Both firms only undertake their Project 1 when the discount rate is 10%.
All projects will be undertaken if the discount rate is cut to 3%.
When the demand is expected to permanently increase beyond the capacity of existing plants and equipment, the level of investment increases due to an upward shift in the expected profit rate.
An expected rise in energy prices leads to a fall in the expected profit rates, resulting in fewer projects being profitable at a given discount rate. This results in reduced investment.

For Firm B, the expected profit rate from its Project 1 is less than 10%. Therefore only Firm A undertakes its Project 1.
At a discount rate of 3%, Firm A will not undertake Project 3.
With a permanent positive demand shock, the heights of the columns remain unchanged but the amount of investment that is profitable increases. This increases the widths of the columns, leading to higher investment (for any given discount rate).
The rise in energy prices increases costs for firms so expected profits decrease, implying that fewer projects have an expected profit rate greater than the discount rate.

Exercise E5.2 The policy interest rate and investment decisions

The table below shows the cost and expected return (in $millions) for five different projects a firm can undertake. Assume the risk premium is fixed at 1% for all projects.

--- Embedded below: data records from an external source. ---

/**
 * The field registry (src/plan/fields) is the one definition of every input:
 * these tests walk it and check that the project table, the worksheet
 * functions and the command line read each field the same way (same value,
 * same error), that every front end's arguments are registry fields, and
 * that the generated documentation has not drifted.
 *
 * Unit conversions are checked against the SI definitions of the prefixes
 * and units (BIPM, The International System of Units, 9th ed., 2019), dB
 * against 20·log₁₀|r| for an amplitude (common practice in the absorber
 * literature).
 */
import { readFileSync } from 'fs';
import { describe, expect, it } from 'vitest';
import { INPUTS, TABLE_FIELDS, inputColumn, readInput, type InputField } from '../src/plan/fields';
import { planRow, rowFromTable } from '../src/plan';
import { arg } from '../src/functions/args';
import { Options } from '../src/cli/options';
import { reflectSpec } from '../src/cli/reflect';
import { budgetSpec } from '../src/cli/budget';
import { designSpec } from '../src/cli/design';
import { rippleSpec } from '../src/cli/ripple';
import { costSpec } from '../src/cli/cost';
import { nonRegistryParams, syncParams, syncReadme, FUNCTIONS_FILE, README_FILE } from '../scripts/docs';
import { installCustomFunctionsStub } from './support/custom-functions-stub';

installCustomFunctionsStub();

/** Typed values of each kind: accepted forms, slips and refusals, as people type them. */
const SAMPLES: Record<string, unknown[]> = {
  text: ['Ring A', '  spaced  '],
  count: [3, '3', ' 2 ', 2.5, 'x', 0, 1e9],
  number: [1.44, '1.44', '1e-3', 'x', '1,5', '1e400', -1],
  fraction: [0.01, '1%', '1 %', '0.5', 'half', 0, 2, '150%'],
  reflection: [0.001, '0.1%', '-60 dB', '-60dB', '60 dB', 'x', 1, 0],
  length: ['20 nm', '0.02 um', '0.02 µm', '20NM', '200 Å', '0.02 micron', 20, '20 kg', '-3 nm', '3 parsecs', '1e400 m'],
  wavelength: ['1550 nm', '193 THz', '193 thz', '1.55 um', 1550, '5 kg', '0 nm'],
  time: ['3 ps', '500 fs', 500, '3 nm', '2.5 h', '-1 ps'],
  frequency: ['1.5 GHz', '1.5 ghz', '194 THz', 194, '3 m'],
  angle: ['30°', '30 °', '30 deg', '0.5 rad', 30, '30 kg', '-5 deg', 89],
  bandwidth: ['10 GB/s', '10 Gb/s', 12.5, '10 GB'],
  conductivity: ['0.05 S/m', 0.05, '5 kg', -1],
  choice: ['WORST', 'Random', 'single', 'Double', 'slab', 'BLOCK', 'neither'],
  numbers: ['2,3,4', '2 3', 3, '2,x'],
  counts: ['200,200,100', '10x20', '1.5,2'],
  faces: ['x-, X+', 'z+'],
  axes: ['x y', 'Z'],
  price: ['$2.50/h', 3, '2.40 EUR/h', 'cheap'],
  gap: [5, '5 cells', '0.5 wavelengths', '300 nm', '2 s'],
  path: [3, '3 wavelengths', '12 um', '5 cells', '2 s', -1],
};

type Outcome = { value: unknown } | { error: string };

function outcome(f: () => unknown): Outcome {
  try {
    return { value: f() };
  } catch (e) {
    return { error: e instanceof Error ? e.message : String(e) };
  }
}

/** The three front ends' readings of one typed value of field `f`. */
function throughEveryFrontEnd(f: InputField, v: unknown): { table: Outcome; worksheet: Outcome; cli: Outcome } {
  // Step arguments (one reflection, one design) are not table columns: their reference is the registry's own reading.
  const table = outcome(() => (f.table ? readInput(f.name, rowFromTable([f.name], [v as string | number])[f.name]) : readInput(f.name, v)));
  const worksheet = outcome(() => arg(f.name, v));
  const cli = outcome(() => new Options({ name: 'walk', summary: '', fields: [f.name] }, [`--${f.flag}`, String(v)]).get(f.name));
  return { table, worksheet, cli };
}

describe('one definition per field: the table, the worksheet and the command line agree', () => {
  for (const f of INPUTS) {
    it(`${f.name} (${f.kind})`, () => {
      const samples = (SAMPLES[f.kind] ?? []).filter((v) => f.kind !== 'choice' || (f.choices ?? []).some((c) => String(v).toLowerCase() === c) || v === 'neither');
      expect(samples.length, `samples for kind ${f.kind}`).toBeGreaterThan(0);
      for (const v of samples) {
        const r = throughEveryFrontEnd(f, v);
        expect(r.worksheet, `${f.name} = ${JSON.stringify(v)} in a worksheet`).toEqual(r.table);
        expect(r.cli, `${f.name} = ${JSON.stringify(v)} on the command line`).toEqual(r.table);
        // Never NaN, never a silent non-finite value.
        if ('value' in r.table && typeof r.table.value === 'number') expect(Number.isFinite(r.table.value)).toBe(true);
        // An error names the field.
        if ('error' in r.table) expect(r.table.error.startsWith(f.name), r.table.error).toBe(true);
      }
    });
  }
});

describe('units the same everywhere (SI definitions)', () => {
  it('lengths: nm, um, µm, micron, Å and any letter case', () => {
    for (const t of ['20 nm', '0.02 um', '0.02 µm', '0.02 micron', '200 Å', '20 NM', 20]) expect(readInput('cell', t)).toBe(2e-8);
  });
  it('angles: °, deg, rad', () => {
    expect(readInput('angle', '30°')).toBe(30);
    expect(readInput('angle', '30 deg')).toBe(30);
    // Quantities keep 12 significant digits (src/plan/units.ts).
    expect(readInput('angle', '0.5 rad')).toBe(Number(((0.5 * 180) / Math.PI).toPrecision(12)));
  });
  it('reflections in dB: -60 dB = 10^(−60/20) = 0.001; a positive dB figure is refused with a hint', () => {
    expect(readInput('target', '-60 dB')).toBeCloseTo(1e-3, 15);
    expect(readInput('amplitude', '-40dB')).toBeCloseTo(1e-2, 15);
    expect(() => readInput('target', '60 dB')).toThrow(/did you mean −60 dB/);
  });
  it('percentages: 1% = 0.01', () => {
    expect(readInput('intensity_error', '1%')).toBe(0.01);
    expect(readInput('target', '0.1%')).toBe(0.001);
  });
  it('messages name the field, the unit expected and what was typed, never the parser', () => {
    expect(() => readInput('cell', '20 kg')).toThrow('cell must be a length such as 20 nm or 0.02 um (got "20 kg")');
    expect(() => readInput('cell', '3 parsecs')).toThrow('cell must be a length such as 20 nm or 0.02 um (got "3 parsecs")');
    expect(() => readInput('duration', '3 nm')).toThrow('duration must be a time such as 500 fs or 3 ps (got "3 nm")');
  });
  it('a bare tolerance above 0.1 is read as it is but noted (0.5 is 50 %)', () => {
    const notes: string[] = [];
    expect(readInput('intensity_error', 0.5, { notes })).toBe(0.5);
    expect(notes).toEqual(['intensity_error 0.5 read as 50 %; write 0.5% for 0.5 percent']);
    const none: string[] = [];
    readInput('intensity_error', '50%', { notes: none });
    expect(none).toEqual([]);
  });
});

describe('table headers with units', () => {
  const base = {
    study: 'header units',
    dimensions: 1,
    band_short: '1550 nm',
    cells_x: 200,
    intensity_error: '1%',
    duration: '1 ps',
  };
  it('cell [um] with 0.02 plans exactly as 20 nm (the same steps)', () => {
    const header = [...Object.keys(base), 'cell [um]'];
    const fromHeader = planRow(rowFromTable(header, [...Object.values(base), 0.02] as (string | number)[]));
    const typed = planRow({ ...base, cell: '20 nm' });
    expect(fromHeader.cost.time?.steps).toBe(typed.cost.time?.steps);
    expect(fromHeader.inputs.cell).toBe(2e-8);
  });
  it('a header unit that contradicts the field fails that column only, naming it', () => {
    expect(inputColumn('cell [kg]')?.problem).toMatch(/column "cell \[kg\]": \[kg\] is not a unit of a length/);
    const row = rowFromTable([...Object.keys(base), 'cell [kg]'], [...Object.values(base), 20] as (string | number)[]);
    expect(() => planRow(row)).toThrow(/\[kg\] is not a unit of a length/);
    // The other fields are still read: with the cell typed in its own cell the same header fails only there.
    expect(row.band_short).toBe('1550 nm');
  });
  it('descriptive brackets on plain fields are fine; a physical unit on them is not', () => {
    expect(inputColumn('throughput [cell updates/s]')?.problem).toBeUndefined();
    expect(inputColumn('index [-]')?.problem).toBeUndefined();
    expect(inputColumn('passes [fs]')?.problem).toMatch(/plain number/);
    expect(inputColumn('intensity_error [%]')?.unit).toBe('%');
  });
  it('a field named by two columns is an error naming both', () => {
    const row = rowFromTable(['intensity_error', 'cell', 'Intensity_Error [%]'], ['1%', '20 nm', 10]);
    expect(() => readInput('intensity_error', row.intensity_error)).toThrow();
    expect(row.intensity_error).toEqual({ problem: 'intensity_error appears in columns A and C; keep one of them' });
  });
});

describe('every front end takes its arguments from the registry', () => {
  const names = new Set(INPUTS.map((f) => f.name));
  it('command options are registry fields, and each --help line states the default', () => {
    for (const spec of [reflectSpec, budgetSpec, designSpec, rippleSpec, costSpec]) {
      for (const f of spec.fields) expect(names.has(f), `hush ${spec.name} --${f}`).toBe(true);
    }
  });
  it('worksheet parameters are registry fields, except the ranges and rows that hold several values', () => {
    const source = readFileSync(FUNCTIONS_FILE, 'utf8');
    expect(nonRegistryParams(source).sort()).toEqual(['angles', 'header', 'ppw_list', 'row']);
  });
  it('the functions’ @param lines and the README field table match the registry (npx tsx scripts/docs.ts regenerates them)', () => {
    const source = readFileSync(FUNCTIONS_FILE, 'utf8');
    expect(syncParams(source)).toBe(source);
    const readme = readFileSync(README_FILE, 'utf8');
    expect(syncReadme(readme)).toBe(readme);
  });
  it('every table field is documented once, with a default', () => {
    for (const f of TABLE_FIELDS) expect(f.defaultText.length, f.name).toBeGreaterThan(0);
    expect(new Set(TABLE_FIELDS.map((f) => f.name)).size).toBe(TABLE_FIELDS.length);
  });
});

	I ($, millions)	Expected return ($, millions)
Project 1	5	5.16
Project 2	2	2.14
Project 3	10	10.25
Project 4	4	4.22
Project 5	1	1.08

Use the information given to draw a diagram similar to Figure E5.4 for this firm.
Suppose the real interest rate is 5%. How many projects will the firm choose to undertake and what is the total amount (cost) of investment ($I)?
How does your answer to Question 2 change if: i) the real interest rate falls to 2%, or ii) the real interest rate remains at 5% but the expected profit rate on all projects rises by 1.5 percentage points?